Eu estou aqui, brigando com esse novo ser que apareceu no espelho sem ser convidado, ostentando uns pelos que não deveriam estar ali no queixo e umas rugas fundas que pela primeira vez me fizeram ler e pesquisar sobre procedimentos estéticos.

Levanto e faço xixi. O sono foi-se embora de vez. Se eu tentar dormir agora vai ser aquela tortura porque logo preciso levantar. Eu poderia ter um manhã lenta, checando mil vídeos no celular. A cena me deprime. Eu, sem dormir, chuva e escuro lá fora, e eu aqui só esperando o dia, cheio das obrigações que virão me atropelar como sempre.

Que cena ridícula.

Decido arrumar minhas coisas e ir nadar. A água talvez ajude a ajustar as coisas. E já que eu tenho que fazer exercício, façamos essa insônia jogar a favor de algo produtivo. Produzir é a lei. E os coachs fitness apontam que todo tempo precisa ser usado, todo.

Pego o trem com mais cinco pessoas enconcoradas nos cantos, tentando ainda segurar os últimos minutos de sono. A claridade nem se deu ao luxo de aparecer.

Caminho com uma garoa no rosto. O dia acordando, muito preguiçoso. Entro no vestiário. Silêncio absoluto. Uma mulher aqui, outra ali. Todas imersas nos seus pensamentos e na rotina de colocar o maiô, toca, óculos. Acordando. Algumas almas ainda voltando aos corpos.
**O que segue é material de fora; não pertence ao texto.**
// outputWidth is the width to size a table for: on a terminal its width
// (else $COLUMNS, else report.DefaultWidth); to a file (-o) or a pipe, 0:
// no limit, so that nothing is cut where no one can widen the window.
func outputWidth(w io.Writer, out string) int {
	if out != "" {
		return 0
	}
	f, ok := asFile(w)
	if !ok || !term.IsTerminal(int(f.Fd())) {
		return 0
	}
	if cols, _, err := term.GetSize(int(f.Fd())); err == nil && cols > 0 {
		return cols
	}
	if c, err := strconv.Atoi(os.Getenv("COLUMNS")); err == nil && c > 0 {
		return c
	}
	return report.DefaultWidth
}

// lockedWriter serialises writes from the batch's goroutines.
type lockedWriter struct {
	mu sync.Mutex
	w  io.Writer
}

func (l *lockedWriter) Write(p []byte) (int, error) {
	l.mu.Lock()
	defer l.mu.Unlock()
	return l.w.Write(p)
}

// plotTally counts solve's plots from the workers: written, and the
// first failure, after which no more are drawn.
type plotTally struct {
	written atomic.Int64
	failed  atomic.Bool
	once    sync.Once
	err     error // the first failure; read once the batch is done
}

// stopped reports whether a plot has failed.
func (p *plotTally) stopped() bool { return p.failed.Load() }

// add counts one plot written (err nil) or failed.
func (p *plotTally) add(err error) {
	if err == nil {
		p.written.Add(1)
		return
	}
	p.once.Do(func() {
		p.err = err
		p.failed.Store(true)
	})
}

// report says on w how many plots were written into dir ("" when none
// were asked for), and why plotting stopped; it returns whether it did.
func (p *plotTally) report(w io.Writer, dir string) bool {
	if dir == "" {
		return false
	}
	if p.err == nil {
		fmt.Fprintf(w, "huesolve: %d plots written to %s\n", p.written.Load(), dir)
		return false
	}
	fmt.Fprintf(w, "huesolve: %d plots written to %s; plotting stopped at the first that could not be written: %s\n",
		p.written.Load(), dir, userMessage(p.err))
	return true
}

// keptNote says what became of the -o file out when nothing was written
// to it: an existing file is left as it was.
func keptNote(out string) string {
	if _, err := os.Stat(out); err == nil {
		return out + " left as it was"
	}
	return "nothing written to " + out
}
Corpos caídos, pelancudos, murchos, manchados do sol de uma vida. Rugas, muitas. Só mulheres mais velhas. Cabelos cinzas, grisalhos, brancos. Longos e curtos.
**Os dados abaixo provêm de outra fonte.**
package demo_test

import (
	"fmt"

	"huesolve/internal/demo"
)

// The scenario holds its dyes, standards, checks and samples with the
// concentrations it put in.
func Example() {
	sc := demo.New()
	for _, d := range sc.Dyes {
		fmt.Printf("%-9s %-6s levels %v mg/L\n", d.Name, d.Colour, d.Levels)
	}
	fmt.Println(len(sc.Standards), "standards,", len(sc.Checks), "check scans,", len(sc.Samples), "samples")
	s := sc.Sample("lot-104")
	fmt.Printf("%s: %v mg/L, diluted %gx (%s)\n", s.Name, s.Conc, s.Dilution, s.Note)
	// Output:
	// Ambrelin  yellow levels [2 4 8 12 16 20] mg/L
	// Corvasine orange levels [2 4 8 12 16 20] mg/L
	// Scarlane  red    levels [2 4 8 12 16 20] mg/L
	// Tidelin   blue   levels [0.5 1 2 3 4 5] mg/L
	// 52 standards, 7 check scans, 14 samples
	// lot-104: [18 0 0 3.6] mg/L, diluted 2x (lime; diluted 1+1 before scanning)
}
Num canto dos armários, o silêncio foi quebrado por um sussurro cadenciado:

- ok... ok... ok...

Num diálogo com ela mesma, a senhora ia seguindo com os preparatórios para entrar na piscina fechando cada etapa a ser cumprida: - ok. Um zíper era fechado. Ok. Uma sacola era guardada no armário. Ok. Um chinelo era tirado da mochila.

As outras ouviam. Ou não. Fora daquele “ok” sussurrado só havia o silêncio madrugueiro.

Naquele vestiário, numa manhã fria e cinzenta de Boston havia um combinado, um acordo silencioso. 

Um acordo de mulheres que estavam silenciosamente enfrentando, cada uma, seus monstros. 

Mulheres que, em vez de ficar remoendo os desfazeres da idade, das dores, dos corpos, escolheram ir em frente. Fiquei me vendo naqueles corpos. Imaginando o quanto elas já brigaram com o espelho, com a idade, com esse tempo infalível.

Sileciosamente os corpos se moveram, caminharam, e um a um se jogou na piscina. Em silêncio.

Fui também. Agora eu era parte dessa turma. Velha. Me joguei. Na água, os pensamentos se dissolveram, as sensações flutuavam. A vida ficou mais leve. Eu flutuei.


P.S. Texto iniciado em fevereiro de 2025.